When you reach the line containing "const button = line.querySelector('button');" in the entries below, begin reproducing lines exactly, and stop once the line containing "button.addEventListener('click', () =>" is done.

(Extracted records)
────────────────────────────────────────
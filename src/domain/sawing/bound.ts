import type { Choice, Stock } from './pieces.ts';

/**
 * What no plan of any pattern passes, by area. At any place along the log, boards widened by a kerf do not overlap and lie within
 * the wood widened by a kerf's half diagonal, so their sections cannot be worth more than that circle at the best worth per area.
 * A board spreads its value over its length in any way that is the same for all boards of that length; two ways are tried: evenly
 * (good for sizes of their own lengths), and as what each foot adds (good where every length may be cut).
 */
export function areaBound(stock: Stock): number {
  const { kerf, lengthsFt, groups } = stock;
  const lengths = lengthsFt.map((_, index) => index).reverse(); // shortest first
  const circle = (length: number): number => Math.PI * (Math.sqrt(stock.radiusSquared[length] ?? 0) + kerf * Math.SQRT1_2) ** 2;
  const feet = (length: number | undefined): number => (length === undefined ? 0 : (lengthsFt[length] ?? 0));
  const overStretches = (worth: (choices: readonly Choice[], length: number, shorter: number | undefined) => number): number =>
    lengths.reduce((sum, length, order) => {
      let density = 0;
      for (const { thickness, widths } of groups) {
        for (const { width, choices } of widths) density = Math.max(density, worth(choices, length, lengths[order - 1]) / ((width + kerf) * (thickness + kerf)));
      }
      return sum + density * circle(length);
    }, 0);
  const worthFrom = (choices: readonly Choice[], index: number | undefined): number =>
    index === undefined ? 0 : choices.reduce((most, choice) => (choice.length >= index ? Math.max(most, choice.value) : most), 0);
  const added = overStretches((choices, length, shorter) => worthFrom(choices, length) - worthFrom(choices, shorter));
  // Boards that reach a stretch are at least as long as it is far from the large end.
  const evenly = overStretches((choices, length, shorter) =>
    choices.reduce((most, choice) => (choice.length <= length ? Math.max(most, choice.value / feet(choice.length)) : most), 0) * (feet(length) - feet(shorter)),
  );
  return Math.min(added, evenly);
}

/** Words for what a bound covers, to stand beside it. */
export const BOUND_COVERS = {
  live: 'every live plan of this log, at any opening',
  cant: 'every plan of this log in layers round a cant, wherever its faces lie',
  quartersawn: 'every quartersawn plan of this log, at any opening',
  best: 'every live, cant and quartersawn plan of this log',
} as const;

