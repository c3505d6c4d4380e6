/** Places are asked for to so many decimals: a list by distance needs to know where within a mile, and no address should say more. */
const DECIMALS = 2;

/**
 * Shows a line with a button that asks the device for its position, once it is pressed and never before, and lists from there: the form's
 * other answers stay. Without a script or a position there is the ZIP code.
 */
export function useWhereIAm(line: HTMLElement): void {
  const button = line.querySelector('button');
  const status = line.querySelector('[role=status]');
  const form = line.closest('form');
  if (!button || !status || !form || !('geolocation' in navigator)) return;
  line.hidden = false;
  const go = ({ coords }: GeolocationPosition): void => {
    const asked = new URLSearchParams();
    for (const [name, value] of new FormData(form)) if (typeof value === 'string' && value !== '' && !['zip', 'lat', 'lng'].includes(name)) asked.append(name, value);
    asked.set('lat', coords.latitude.toFixed(DECIMALS));
    asked.set('lng', coords.longitude.toFixed(DECIMALS));
    window.location.assign(`${form.getAttribute('action') ?? ''}?${asked}`);
  };
  button.addEventListener('click', () => {
    status.textContent = 'Looking for your position.';
    navigator.geolocation.getCurrentPosition(go, () => (status.textContent = 'Your device did not tell its position. Type a ZIP code instead.'), { timeout: 20_000, maximumAge: 600_000 });
  });
}
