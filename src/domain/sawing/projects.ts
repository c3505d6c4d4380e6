/** Small things people build from their own logs, as pieces for a cut list. Sizes are the house's own simple designs. */

export type ProjectKind = 'raised-bed' | 'bench' | 'shed-frame' | 'deck' | 'shelves' | 'table-top' | 'stall-boards';

export interface ProjectField {
  readonly name: string;
  readonly label: string;
  readonly unit: 'ft' | 'in' | '';
  readonly least: number;
  readonly most: number;
  readonly usual: number;
}

export interface ProjectPiece {
  readonly label: string;
  readonly thicknessIn: number;
  readonly widthIn: number;
  readonly lengthFt: number;
  readonly count: number;
  readonly sizing: 'full-sawn' | 'store-size';
}

export interface Project {
  readonly kind: ProjectKind;
  readonly name: string;
  readonly fields: readonly ProjectField[];
  /** True where it carries people or a roof. */
  readonly loadBearing: boolean;
  readonly caution?: string;
  readonly pieces: (size: Readonly<Record<string, number>>) => readonly Omit<ProjectPiece, 'sizing'>[];
}

/** Written under every project that carries people or a roof. */
export const LOAD_CAUTION = 'What carries people, snow or a roof follows local code and a licensed professional: these counts are no design.';

const field = (name: string, label: string, unit: ProjectField['unit'], least: number, most: number, usual: number): ProjectField => ({ name, label, unit, least, most, usual });
const piece = (label: string, thicknessIn: number, widthIn: number, lengthFt: number, count: number): Omit<ProjectPiece, 'sizing'> => ({ label, thicknessIn, widthIn, lengthFt, count });
/** Boards of a width that cover a run. */
const boardsOver = (runIn: number, widthIn: number): number => Math.max(1, Math.ceil(runIn / widthIn - 1e-9));
/** Members at a spacing along a run, one at each end. */
const membersAlong = (runFt: number, spacingIn: number): number => Math.ceil((runFt * 12) / spacingIn - 1e-9) + 1;

export const projects: readonly Project[] = [
  {
    kind: 'raised-bed', name: 'Raised bed', loadBearing: false,
    fields: [field('lengthFt', 'Length', 'ft', 2, 16, 8), field('widthFt', 'Width', 'ft', 2, 6, 4), field('heightIn', 'Height', 'in', 6, 36, 16)],
    pieces: ({ lengthFt = 8, widthFt = 4, heightIn = 16 }) => [
      piece('Bed, long sides', 2, 8, lengthFt, 2 * boardsOver(heightIn, 8)),
      piece('Bed, ends', 2, 8, widthFt, 2 * boardsOver(heightIn, 8)),
      piece('Bed, corner posts', 4, 4, Math.max(1, Math.ceil(heightIn / 6) / 2), 4),
    ],
  },
  {
    kind: 'bench', name: 'Bench', loadBearing: false,
    fields: [field('lengthFt', 'Length', 'ft', 2, 10, 5), field('deepIn', 'Depth of the seat', 'in', 10, 24, 16)],
    pieces: ({ lengthFt = 5, deepIn = 16 }) => [
      piece('Bench, seat', 2, 8, lengthFt, boardsOver(deepIn, 8)),
      piece('Bench, legs', 4, 4, 1.5, lengthFt > 6 ? 6 : 4),
      piece('Bench, rails under the seat', 2, 4, lengthFt, 2),
      piece('Bench, rails across', 2, 4, Math.ceil(deepIn / 6) / 2, lengthFt > 6 ? 3 : 2),
    ],
  },
  {
    kind: 'shed-frame', name: 'Shed frame', loadBearing: true,
    fields: [field('lengthFt', 'Length', 'ft', 4, 16, 10), field('widthFt', 'Width', 'ft', 4, 12, 8), field('heightFt', 'Wall height', 'ft', 6, 10, 8)],
    pieces: ({ lengthFt = 10, widthFt = 8, heightFt = 8 }) => [
      piece('Shed, studs', 2, 4, heightFt, 2 * membersAlong(lengthFt, 24) + 2 * membersAlong(widthFt, 24)),
      piece('Shed, plates along', 2, 4, lengthFt, 6),
      piece('Shed, plates across', 2, 4, widthFt, 6),
      piece('Shed, floor joists', 2, 6, widthFt, membersAlong(lengthFt, 16)),
      piece('Shed, skids', 4, 6, lengthFt, 3),
      piece('Shed, rafters', 2, 6, Math.ceil(widthFt * 0.62 + 1), 2 * membersAlong(lengthFt, 24)),
    ],
  },
  {
    kind: 'deck', name: 'Deck', loadBearing: true,
    fields: [field('lengthFt', 'Length along the boards', 'ft', 4, 16, 12), field('widthFt', 'Width', 'ft', 4, 16, 8)],
    pieces: ({ lengthFt = 12, widthFt = 8 }) => [
      piece('Deck, boards', 1.25, 6, lengthFt, boardsOver(widthFt * 12, 6)),
      piece('Deck, joists', 2, 8, widthFt, membersAlong(lengthFt, 16)),
      piece('Deck, rims', 2, 8, lengthFt, 2),
      piece('Deck, beam, two plies', 2, 10, lengthFt, 4),
      piece('Deck, posts', 6, 6, 4, 2 * membersAlong(lengthFt, 72)),
    ],
  },
  {
    kind: 'shelves', name: 'Shelves', loadBearing: false,
    fields: [field('lengthFt', 'Width', 'ft', 1, 8, 3), field('deepIn', 'Depth', 'in', 6, 24, 12), field('heightFt', 'Height', 'ft', 2, 8, 6), field('shelves', 'Shelves', '', 2, 10, 5)],
    pieces: ({ lengthFt = 3, deepIn = 12, heightFt = 6, shelves = 5 }) => [
      piece('Shelves, boards', 1, 6, lengthFt, shelves * boardsOver(deepIn, 6)),
      piece('Shelves, sides', 1, 6, heightFt, 2 * boardsOver(deepIn, 6)),
      piece('Shelves, cleats', 1, 2, Math.ceil(deepIn / 6) / 2, 2 * shelves),
    ],
  },
  {
    kind: 'table-top', name: 'Table top', loadBearing: false,
    fields: [field('lengthFt', 'Length', 'ft', 2, 12, 6), field('widthIn', 'Width', 'in', 18, 48, 36)],
    pieces: ({ lengthFt = 6, widthIn = 36 }) => [piece('Table top', 1.5, 6, lengthFt + 0.5, boardsOver(widthIn + 1, 5.5))],
  },
  {
    kind: 'stall-boards', name: 'Stall boards', loadBearing: true,
    caution: 'Never walnut for horses: walnut wood and shavings founder them. Ask a vet about cherry too.',
    fields: [field('lengthFt', 'Length of the wall', 'ft', 4, 16, 12), field('heightFt', 'Height', 'ft', 3, 8, 5), field('walls', 'Walls', '', 1, 12, 2)],
    pieces: ({ lengthFt = 12, heightFt = 5, walls = 2 }) => [piece('Stall boards', 2, 8, lengthFt, walls * boardsOver(heightFt * 12, 8))],
  },
];

export const projectOf = (kind: string): Project | undefined => projects.find((each) => each.kind === kind);

/**
 * The pieces of a project for the cut list.
 * @param wastePct more of each size, for defects and cutting out, per cent; counts go up to whole pieces.
 * @param dressed whether the sizes are those of a store, planed and dry.
 */
export function projectPieces(project: Project, size: Readonly<Record<string, number>>, wastePct: number, dressed: boolean): ProjectPiece[] {
  return project.pieces(size).map((each) => ({ ...each, count: Math.ceil(each.count * (1 + wastePct / 100) - 1e-9), sizing: dressed ? 'store-size' : 'full-sawn' }));
}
────────────────────────────────────────
Final answer:
  const button = line.querySelector('button');
  const status = line.querySelector('[role=status]');
  const form = line.closest('form');
  if (!button || !status || !form || !('geolocation' in navigator)) return;
  line.hidden = false;
  const go = ({ coords }: GeolocationPosition): void => {
    const asked = new URLSearchParams();
    for (const [name, value] of new FormData(form)) if (typeof value === 'string' && value !== '' && !['zip', 'lat', 'lng'].includes(name)) asked.append(name, value);
    asked.set('lat', coords.latitude.toFixed(DECIMALS));
    asked.set('lng', coords.longitude.toFixed(DECIMALS));
    window.location.assign(`${form.getAttribute('action') ?? ''}?${asked}`);
  };
  button.addEventListener('click', () => {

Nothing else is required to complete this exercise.